CHICAGO—A HER2 peptide vaccine called AE37 triggers strong immune responses in patients with early breast cancer, researchers reported here at the American Association for Cancer Research Annual Meeting. Preliminary data also suggest the vaccine may prolong disease-free survival, although the difference between the vaccine and control groups has not reached statistical significance in the randomized phase II trial (Abstract LB-218).
In a previous phase I study, researchers found that the AE37 peptide vaccine plus granulocyte-macrophage-stimulating factor (GM-CSF) was safe and triggered activation of CD4-positive T cells with anti-tumor activity. In the current study, investigators randomly assigned 217 women with early breast cancer to either AE37 plus GM-CSF or GM-CSF alone. All patients had completed standard therapy and were disease-free at the time of enrollment, but were at high risk of recurrence.

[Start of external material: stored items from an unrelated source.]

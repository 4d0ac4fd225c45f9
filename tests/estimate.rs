//! `flipmend estimate` through the real binary: outputs, their round trips, determinism
//! and its bad-input cases.

mod common;

use common::{fixture, flipmend, TempDir};
use serde_json::Value;

fn demo() -> String {
    format!("{}/demo-data/recycling.csv", env!("CARGO_MANIFEST_DIR"))
}

fn estimate_json(dir: &TempDir, name: &str, args: &[&str]) -> Value {
    let out = dir.path(name).to_string_lossy().into_owned();
    let mut all = vec!["estimate"];
    all.extend_from_slice(args);
    all.extend(["--json", out.as_str()]);
    flipmend(&all).assert_ok();
    serde_json::from_str(&std::fs::read_to_string(&out).unwrap()).unwrap()
}

#[test]
fn report_keys_matrix_file_and_reuse_of_probabilities() {
    let dir = TempDir::new();
    let matrix = dir.path("t.csv").to_string_lossy().into_owned();
    let probs = dir.path("oof.csv").to_string_lossy().into_owned();
    let data = demo();
    let report = estimate_json(
        &dir,
        "a.json",
        &[
            "--data",
            &data,
            "--out",
            &matrix,
            "--probs-out",
            &probs,
            "--bootstrap",
            "20",
        ],
    );
    for key in [
        "classes",
        "method",
        "matrix",
        "observed_prior",
        "clean_prior",
        "noise_rate",
        "expected_mislabeled",
        "expected_mislabeled_share",
        "condition_number",
        "calibration_error",
        "warnings",
        "matrix_low",
        "matrix_high",
    ] {
        assert!(report.get(key).is_some(), "missing {key}");
    }
    let k = report["classes"].as_array().unwrap().len();
    assert_eq!(k, 8);
    for row in report["matrix"].as_array().unwrap() {
        let sum: f64 = row
            .as_array()
            .unwrap()
            .iter()
            .map(|v| v.as_f64().unwrap())
            .sum();
        assert!((sum - 1.0).abs() < 1e-9);
    }
    let prior_sum: f64 = report["clean_prior"]
        .as_array()
        .unwrap()
        .iter()
        .map(|v| v.as_f64().unwrap())
        .sum();
    assert!((prior_sum - 1.0).abs() < 1e-9);
    // The out-of-fold probabilities read back give the same matrix.
    let again = estimate_json(&dir, "b.json", &["--data", &data, "--probs", &probs]);
    assert_eq!(again["matrix"], report["matrix"]);
    // The demo's 400 random audits do not favour another λ (noise::estimators::volume):
    // the default, 0.01 / 8 classes, and given as such it is the same fit.
    assert_eq!(report["volume_weight_chosen_by"], "default");
    assert_eq!(report["volume_weight"], 0.01 / 8.0);
    let given_weight = estimate_json(
        &dir,
        "g.json",
        &[
            "--data",
            &data,
            "--probs",
            &probs,
            "--volume-weight",
            "0.00125",
        ],
    );
    assert_eq!(given_weight["volume_weight_chosen_by"], "given");
    assert_eq!(given_weight["matrix"], report["matrix"]);
    // The matrix file read back gives the same matrix. Its diagnostics invert it on the
    // noisy probabilities (a file brings no clean posteriors), as a matrix estimated by
    // counting does, so the two agree exactly.
    let given = estimate_json(
        &dir,
        "c.json",
        &["--data", &data, "--probs", &probs, "--matrix", &matrix],
    );
    assert_eq!(given["matrix"], report["matrix"]);
    let counted = dir.path("counted.csv");
    let counted = counted.to_string_lossy().into_owned();
    let by_counting = estimate_json(
        &dir,
        "d.json",
        &[
            "--data", &data, "--probs", &probs, "--method", "counting", "--out", &counted,
        ],
    );
    let read_back = estimate_json(
        &dir,
        "e.json",
        &["--data", &data, "--probs", &probs, "--matrix", &counted],
    );
    assert_eq!(
        read_back["expected_mislabeled"],
        by_counting["expected_mislabeled"]
    );
}

#[test]
fn same_seed_same_output_and_another_seed_differs() {
    let dir = TempDir::new();
    let data = demo();
    let a = estimate_json(
        &dir,
        "a.json",
        &["--data", &data, "--seed", "3", "--method", "counting"],
    );
    let b = estimate_json(
        &dir,
        "b.json",
        &["--data", &data, "--seed", "3", "--method", "counting"],
    );
    let c = estimate_json(
        &dir,
        "c.json",
        &["--data", &data, "--seed", "4", "--method", "counting"],
    );
    assert_eq!(a, b);
    assert_ne!(a["matrix"], c["matrix"]);
}

#[test]
fn text_report_names_the_method_and_cautions() {
    let run = flipmend(&["estimate", "--data", &demo(), "--method", "trusted"]);
    run.assert_ok();
    assert!(
        run.stdout
            .contains("flip matrix: trusted; probabilities: out-of-fold (5 folds, seed 0)"),
        "{}",
        run.stdout
    );
    assert!(run.stdout.contains("expected mislabelled rows:"));
    assert!(run.stdout.contains("estimates for qualified human review"));
}

#[test]
fn bad_inputs_exit_2() {
    let dir = TempDir::new();
    let good = fixture("good.csv");
    let probs = fixture("probs_good.csv");
    let no_trusted = fixture("not_numeric.csv");
    flipmend(&[
        "estimate",
        "--data",
        &no_trusted,
        "--method",
        "trusted",
        "--folds",
        "2",
    ])
    .assert_bad_input(&["--method trusted needs a trusted-label column"]);
    flipmend(&[
        "estimate",
        "--data",
        &good,
        "--probs",
        &probs,
        "--quantile",
        "1.5",
    ])
    .assert_bad_input(&["--quantile must lie in (0, 1]"]);
    flipmend(&[
        "estimate",
        "--data",
        &good,
        "--probs",
        &probs,
        "--volume-weight=-0.5",
    ])
    .assert_bad_input(&["--volume-weight must be a finite number of at least 0"]);
    flipmend(&["estimate", "--data", &good, "--folds", "1"])
        .assert_bad_input(&["--folds must be between 2"]);
    flipmend(&["estimate", "--data", &good, "--l2=-1"]).assert_bad_input(&["--l2 must be"]);
    let matrix = dir.path("m.csv");
    std::fs::write(&matrix, "class,bird,cat,dog\nbird,1,0,0\ncat,0,1,0\n").unwrap();
    let matrix = matrix.to_string_lossy().into_owned();
    flipmend(&[
        "estimate", "--data", &good, "--probs", &probs, "--matrix", &matrix,
    ])
    .assert_bad_input(&["m.csv", "no row for the class 'dog'"]);
    flipmend(&[
        "estimate",
        "--data",
        &good,
        "--probs",
        &probs,
        "--matrix",
        &matrix,
        "--bootstrap",
        "5",
    ])
    .assert_bad_input(&["--bootstrap"]);
    let out = dir.path("out.csv").to_string_lossy().into_owned();
    flipmend(&[
        "estimate", "--data", &good, "--probs", &probs, "--out", &probs,
    ])
    .assert_bad_input(&["refusing to write"]);
    assert!(!std::path::Path::new(&out).exists());
}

With a median follow-up of 22 months, 90% of patients in the vaccine arm remain disease free compared with 82.6% of the controls. When the investigators restricted their analysis to just those patients with low-HER2 expressing tumors, the trend for benefit with the vaccine was even greater, although still not statistically significant (88.6% remaining disease free compared with 69% in the control arm, p=.134).
“There is approximately a 40% reduction of recurrence for those [low-HER2] patients specifically,” said Diane F. Hale, MD, a research resident in general surgery at Brooke Army Medical Center, who presented the study. “We have seen similar benefits for low expressors in our other vaccine studies as well.” That pattern is important because it means a vaccine might be useful in a larger proportion of patients with breast cancer than currently available drugs that inhibit HER2. “Whereas Herceptin is available only to about 20% of breast cancer patients, this vaccine could be used in 50 to 60 percent of patients.”
When asked during a news conference at the meeting about the lack of statistical significance in the disease-free survival data, she noted that the current follow-up is still relatively short. “We will follow these patients to three years after therapy, so we still have time to see if there is a significant difference.” Furthermore, the Phase III trial is set to enroll 700 patients, and is designed to detect difference in clinical outcomes.
Toxicities Mostly Low Grade
All of the toxicities thus far have been low grade, with the exception of one patient who developed Grade 3 flu-like symptoms, Hale said, adding that there has not been any evidence of cardiotoxicity, as has been associated with trastuzumab treatment.
Vaccination also correlated with changes in the immune system. In a delayed-type hypersensitivity skin test, women immunized with AE37 plus GM-CSF were significantly more like to have a 5 mm or greater response compared with those who received GM-CSF alone (86% vs. 27%). Additionally, women who received the vaccine were more likely to have a substantial drop in the number of regulatory T cells, compared with women in the control group. Because regulatory T cells suppress immune responses, the decline detected after immunization suggests that the vaccine may help overcome immune tolerance.
“Their results are more impressive than I expected,” said the news conference's moderator, Olivera Finn, PhD, Distinguished and Chair of Immunology at the University of Pittsburgh School of Medicine. “I am usually very pessimistic because, to me, even early disease is still cancer that may have been there for quite a while influencing the immune system. However, my expectations have been mostly theoretical since we are just now beginning to test vaccines in early disease.
“Up until now [nearly all of the vaccines have] been tested in more advanced disease,” she continued. “From a limited number of examples, we are confirming, with data, that early is better than late. The question now will be ‘How early?’”
Unlike other immunotherapies that have gained FDA approval in recent years, which are very expensive (e.g., sipuleucel-T at $93,000 and ipilimumab at $120,000 per course), the cost of AE37 should be much more affordable, according to Eric Von Hoffe, PhD, President of Antigen Express, the company developing the vaccine: “It is fully synthetic. There are no biological reactions necessary to generate it, so it is much more cost effective than cellular-based therapies.”